Horror's Not Dead

Horror's Not Dead

"The end is near. I hear a noise at the door, as of some immense slippery body lumbering against it. It shall not find me. God, that hand! The window! The window!"
-- Dagon

Book Review: Next

Book Review: Next

December 26th 2006 @ 10:36 pm

Written by Michael Crichton, 2006

Next, by Michael Crichton

You may be wondering why I’m reviewing a Michael Crichton book on a horror website.  The man writes almost exclusively in the vein of corporate thrillers based around some wacky, out of control, fringe science of the very near future.

Well, if you must know, I happen to like wacky, out of control fringe science.  Especially when it is set in the corporate world!

Plus, I have a soft spot for Crichton.  He was my favorite author as a child (what kid wouldn’t have their mind blown by the likes of Sphere or Jurassic Park).  He usually publishes a book every winter and I’ll be damned if I’m going to miss one just because I’m now an adult (and an amateur writer myself) and can realize that Crichton never writes characters with any measure of depth or personal interest.

But he can manipulate science to fantastical revelations and with Next he has picked a topic that does just that while inspiring genuine fear in any sensible person’s heart.

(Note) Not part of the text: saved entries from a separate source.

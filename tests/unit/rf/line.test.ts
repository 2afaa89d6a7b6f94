import fc from 'fast-check';
import { describe, expect, it } from 'vitest';
import { findCable } from '../../../shared/rf/cables.ts';
import { DB_PER_NEPER, SPEED_OF_LIGHT_M_PER_S } from '../../../shared/rf/constants.ts';
import { RfInputError } from '../../../shared/rf/errors.ts';
import {
  attenuatorSection,
  cascadeLines,
  lineFromCable,
  lineFromLossSpec,
  lineFromRlgc,
  lineInputImpedance,
  transformLine,
  type LineModel,
} from '../../../shared/rf/line.ts';
import { refInputImpedance, relativeError, toPlain } from '../../helpers/rf-reference.ts';

const Z50 = { re: 50, im: 0 };
const F = 14e6;
const WAVELENGTH_M = SPEED_OF_LIGHT_M_PER_S / F;

function losslessLine(lengthM: number, z0 = Z50): LineModel {
  return lineFromLossSpec({ impedanceOhm: z0, velocityFactor: 1, lossDbPer100m: 0, lengthM }, F);
}

function fieldOf(fn: () => unknown): string | undefined {
  try {
    fn();
  } catch (err) {
    if (err instanceof RfInputError) return err.field;
    throw err;
  }
  return undefined;
}

describe('lossless lines obey the textbook identities', () => {
  // Pozar, Microwave Engineering, §2.3–2.5 (standard results, from memory):
  // quarter wave Zin = Z0²/ZL, half wave Zin = ZL, shorted line Zin = jZ0·tan βl.
  it('turns 100 Ω into 25 Ω through a quarter wave of 50 Ω line', () => {
    const r = transformLine(losslessLine(WAVELENGTH_M / 4), { re: 100, im: 0 }, F);
    expect(relativeError(r.inputOhm, { re: 25, im: 0 })).toBeLessThan(1e-12);
    expect(r.electricalLengthDeg).toBeCloseTo(90, 10);
    expect(r.lengthWavelengths).toBeCloseTo(0.25, 12);
  });

  it('turns a complex load into Z0²/ZL through a quarter wave', () => {
    const zl = { re: 30, im: 40 };
    // 2500/(30 + j40) = 2500·(30 − j40)/2500 = 30 − j40, by hand.
    const r = transformLine(losslessLine(WAVELENGTH_M / 4), zl, F);
    expect(relativeError(r.inputOhm, { re: 30, im: -40 })).toBeLessThan(1e-12);
  });

  it('repeats the load through a half wave', () => {
    const zl = { re: 12, im: -85 };
    const r = transformLine(losslessLine(WAVELENGTH_M / 2), zl, F);
    expect(relativeError(r.inputOhm, zl)).toBeLessThan(1e-12);
  });

  it('turns a short into +j50 Ω through an eighth wave (jZ0·tan 45°)', () => {
    const r = transformLine(losslessLine(WAVELENGTH_M / 8), { re: 0, im: 0 }, F);
    expect(Math.abs(r.inputOhm.re)).toBeLessThan(1e-12);
    expect(r.inputOhm.im).toBeCloseTo(50, 11);
    expect(r.atInput.swr).toBeNull();
    expect(r.totalLossDb).toBeNull();
  });

  it('keeps SWR the same at both ends and has no loss', () => {
    const r = transformLine(losslessLine(3.7), { re: 150, im: 20 }, F);
    expect(r.atInput.swr).toBeCloseTo(r.atLoad.swr as number, 12);
    expect(r.matchedLossDb).toBe(0);
    expect(r.totalLossDb).toBe(0);
  });

  it('shows a matched load as Z0 at any length', () => {
    const r = transformLine(lineFromCable(findCable('rg-58')!, 33, F), Z50, F);
    expect(relativeError(r.inputOhm, Z50)).toBeLessThan(1e-14);
    expect(r.atInput.returnLossDb).toBeNull();
    expect(r.mismatchExtraLossDb as number).toBeCloseTo(0, 12);
  });
});

describe('a zero-length line hands back the load exactly', () => {
  it('returns the very same numbers for a lossy line of length 0', () => {
    fc.assert(
      fc.property(
        fc.double({ min: 0, max: 1e5, noNaN: true }),
        fc.double({ min: -1e5, max: 1e5, noNaN: true }),
        fc.double({ min: 0, max: 100, noNaN: true }),
        (re, im, loss) => {
          const line = lineFromLossSpec({ impedanceOhm: { re: 75, im: -2 }, velocityFactor: 0.8, lossDbPer100m: loss, lengthM: 0 }, 7e6);
          const r = transformLine(line, { re, im }, 7e6);
          expect(r.inputOhm).toEqual({ re, im });
          expect(r.matchedLossDb).toBe(0);
        },
      ),
      { numRuns: 300 },
    );
  });
});

describe('lossy lines agree with complex.js evaluating Zin = Z0·(ZL + Z0·tanh γl)/(Z0 + ZL·tanh γl)', () => {
  it('matches for random lines and loads', () => {
    fc.assert(
      fc.property(
        fc.record({
          z0re: fc.double({ min: 10, max: 600, noNaN: true }),
          z0im: fc.double({ min: -5, max: 5, noNaN: true }),
          lossDbPer100m: fc.double({ min: 0, max: 60, noNaN: true }),
          vf: fc.double({ min: 0.5, max: 1, noNaN: true }),
          lengthM: fc.double({ min: 0.01, max: 300, noNaN: true }),
          frequencyHz: fc.double({ min: 1e5, max: 3e9, noNaN: true }),
          zlRe: fc.double({ min: 0, max: 5000, noNaN: true }),
          zlIm: fc.double({ min: -5000, max: 5000, noNaN: true }),
        }),
        (c) => {
          const line = lineFromLossSpec(
            { impedanceOhm: { re: c.z0re, im: c.z0im }, velocityFactor: c.vf, lossDbPer100m: c.lossDbPer100m, lengthM: c.lengthM },
            c.frequencyHz,
          );
          const zl = { re: c.zlRe, im: c.zlIm };
          const expected = refInputImpedance(line.characteristicOhm, line.propagationPerM, line.lengthM, zl);
          fc.pre(Number.isFinite(expected.re) && Number.isFinite(expected.im) && expected.abs() < 1e9);
          // Electrical lengths reach ~2·10⁴ rad here, so phase rounding limits agreement to about 1e-12·|tan| growth.
          expect(relativeError(transformLine(line, zl, c.frequencyHz).inputOhm, toPlain(expected))).toBeLessThan(1e-9);
          expect(lineInputImpedance(line, zl)).toEqual(transformLine(line, zl, c.frequencyHz).inputOhm);
        },
      ),
      { numRuns: 500 },
    );
  });
});

describe('the input-impedance-only path', () => {
  // Identity (property): the sweep path and the full transform give the same Zin bit for bit,
  // including the lossless line ending in a pure reactance, where Re Zin is exactly 0.
  it('agrees with transformLine on lossless lines with reactive and resistive loads', () => {
    fc.assert(
      fc.property(
        fc.double({ min: 0, max: 60, noNaN: true }),
        fc.double({ min: 0, max: 500, noNaN: true }),
        fc.double({ min: -2000, max: 2000, noNaN: true }),
        (lengthM, zlRe, zlIm) => {
          const line = losslessLine(lengthM);
          for (const zl of [{ re: zlRe, im: zlIm }, { re: 0, im: zlIm }]) {
            let expected: unknown;
            try {
              expected = transformLine(line, zl, F).inputOhm;
            } catch (err) {
              expected = err;
            }
            if (expected instanceof Error) expect(() => lineInputImpedance(line, zl)).toThrow(expected.message);
            else expect(lineInputImpedance(line, zl)).toEqual(expected);
          }
        },
      ),
      { numRuns: 500 },
    );
  });
});

describe('line models follow their definitions', () => {
  it('turns a datasheet loss into α in Np/m and VF into β (1 Np = 8.686 dB, IEC 60027-3)', () => {
    const line = lineFromLossSpec({ impedanceOhm: Z50, velocityFactor: 0.66, lossDbPer100m: 8.686, lengthM: 100 }, 10e6);
    expect(line.propagationPerM.re * 100).toBeCloseTo(8.686 / DB_PER_NEPER, 14);
    expect(line.propagationPerM.im).toBeCloseTo((2 * Math.PI * 10e6) / (0.66 * SPEED_OF_LIGHT_M_PER_S), 14);
    expect(transformLine(line, Z50, 10e6).matchedLossDb).toBeCloseTo(8.686, 12);
  });

  it('gives the low-loss attenuation α ≈ R/(2Z0) + G·Z0/2 for an RLGC line (Pozar §2.7 low-loss approximation)', () => {
    // R = 0.02 Ω/m, G = 1e-6 S/m, Z0 = √(L/C) = 50 Ω: α ≈ 2e-4 + 2.5e-5 = 2.25e-4 Np/m at 100 MHz,
    // where R ≪ ωL and G ≪ ωC make the approximation good to ~1e-6 relative.
    const line = lineFromRlgc({ rOhmPerM: 0.02, lHPerM: 250e-9, gSPerM: 1e-6, cFPerM: 100e-12 }, 10, 100e6);
    expect(line.propagationPerM.re).toBeCloseTo(2.25e-4, 9);
    expect(line.characteristicOhm.re).toBeCloseTo(50, 3);
  });

  it('keeps the attenuation of a lossless RLGC line exactly 0', () => {
    const line = lineFromRlgc({ rOhmPerM: 0, lHPerM: 1e-6, gSPerM: 0, cFPerM: 1e-11 }, 3, 50e6);
    expect(line.propagationPerM.re).toBe(0);
    expect(line.characteristicOhm.im).toBe(0);
  });

  it('carries a catalog cable’s rating and designation', () => {
    const line = lineFromCable(findCable('rg-213')!, 30, 14e6);
    expect(line.label).toBe('RG-213/U');
    expect(line.maxVoltageRmsV).toBe(5000);
    expect(line.characteristicOhm).toEqual(Z50);
  });
});

describe('a fixed-loss section behaves as a matched pad of zero length', () => {
  it('adds twice its loss to the return loss (common practice: a pad of L dB improves return loss by 2L dB)', () => {
    const pad = attenuatorSection(3, Z50);
    const r = transformLine(pad, { re: 150, im: 0 }, F);
    expect(r.atInput.returnLossDb as number).toBeCloseTo((r.atLoad.returnLossDb as number) + 6, 12);
    expect(r.matchedLossDb).toBeCloseTo(3, 14);
    expect(r.electricalLengthDeg).toBe(0);
  });

  it('passes a matched load through with only its insertion loss', () => {
    const r = transformLine(attenuatorSection(0.25, Z50), Z50, F, 100);
    expect(r.power?.loadW).toBeCloseTo(100 * 10 ** -0.025, 12);
    expect(r.totalLossDb).toBeCloseTo(0.25, 12);
  });
});

describe('impossible line inputs are rejected with the field named', () => {
  const good = { impedanceOhm: Z50, velocityFactor: 0.66, lossDbPer100m: 3, lengthM: 10 };
  it.each([
    ['a zero frequency', () => lineFromLossSpec(good, 0), 'frequencyHz'],
    ['a velocity factor above 1', () => lineFromLossSpec({ ...good, velocityFactor: 1.2 }, F), 'line.velocityFactor'],
    ['a velocity factor of 0', () => lineFromLossSpec({ ...good, velocityFactor: 0 }, F), 'line.velocityFactor'],
    ['a negative loss', () => lineFromLossSpec({ ...good, lossDbPer100m: -1 }, F), 'line.lossDbPer100m'],
    ['a negative length', () => lineFromLossSpec({ ...good, lengthM: -1 }, F), 'line.lengthM'],
    ['a Z0 without resistance', () => lineFromLossSpec({ ...good, impedanceOhm: { re: 0, im: 50 } }, F), 'line.impedanceOhm'],
    ['a negative R', () => lineFromRlgc({ rOhmPerM: -1, lHPerM: 1e-7, gSPerM: 0, cFPerM: 1e-10 }, 1, F), 'line.rOhmPerM'],
    ['a zero L', () => lineFromRlgc({ rOhmPerM: 0, lHPerM: 0, gSPerM: 0, cFPerM: 1e-10 }, 1, F), 'line.lHPerM'],
    ['a negative G', () => lineFromRlgc({ rOhmPerM: 0, lHPerM: 1e-7, gSPerM: -1, cFPerM: 1e-10 }, 1, F), 'line.gSPerM'],
    ['a zero C', () => lineFromRlgc({ rOhmPerM: 0, lHPerM: 1e-7, gSPerM: 0, cFPerM: 0 }, 1, F), 'line.cFPerM'],
    ['a negative load resistance', () => transformLine(losslessLine(1), { re: -5, im: 0 }, F), 'loadOhm'],
    ['a negative power', () => transformLine(losslessLine(1), Z50, F, -1), 'powerW'],
    ['a negative frequency in the transform', () => transformLine(losslessLine(1), Z50, -F), 'frequencyHz'],
    ['a gain instead of a loss', () => transformLine({ characteristicOhm: Z50, propagationPerM: { re: -0.1, im: 1 }, lengthM: 1 }, Z50, F), 'line.propagationPerM'],
    ['power into a pure reactance through a lossless line', () => transformLine(losslessLine(2), { re: 0, im: 30 }, F, 10), 'powerW'],
    ['an empty cascade', () => cascadeLines([], Z50, F), 'sections'],
    ['a bad second section', () => cascadeLines([losslessLine(1), { ...losslessLine(1), lengthM: -2 }], Z50, F), 'sections.1.lengthM'],
    ['a negative insertion loss', () => attenuatorSection(-1, Z50), 'line.insertionLossDb'],
  ] as const)('rejects %s', (_name, fn, field) => {
    expect(fieldOf(fn)).toBe(field);
  });

  it('accepts zero power into a pure reactance', () => {
    const r = transformLine(losslessLine(2), { re: 0, im: 30 }, F, 0);
    expect(r.power).toEqual({ inputW: 0, loadW: 0, lineDissipationW: 0 });
  });
});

Opening with Crichton’s standard bit of corporate espionage, Next soon winds a tale of extreme wrongs that could possibly be born out of transgenics and patenting of the human genome.  I won’t even bother telling you exactly what the plot is about, because it is engineered to be all over the map, but trust that the intersection of many different plot threads eventually does happen.

Unless you wear a tin foil hat at all times, chances are you never give much thought as to what happens to your blood after you donate it or give a sample.  But the early stages of Next paint a picture so out of one’s control that the mere thought of giving a tissue sample to anyone becomes horrifying.  Who knows what the hell kind of liberties are taken with your cells.

They could be sold for billions of dollars and harvested against your will thanks to a bullshit legal ruling!  Or they could be used to make a super smart parrot!  Or a humanzee!  And then you could be reunited with your long lost humanzee son and you could kidnap him and enroll him in middle school!

Okay, that’s when Crichton starts to bend reality to a wholly unbelievable level.  And yet the entire point of the book, magically, isn’t lost.  Unless involved in the field, gene patenting and transgenics is something you just don’t ponder on your own.  But the implications of it are, frankly, fucking scary.  There are ideas contained in Next that made me skin crawl.

It isn’t the blockbuster novel that Jurassic Park was, but it isn’t the paranoid, agenda driven bias that State of Fear was, either.  Read it.  It gets silly and ends very lazily, but it gets the point across all the same and still finds time for some science running wild.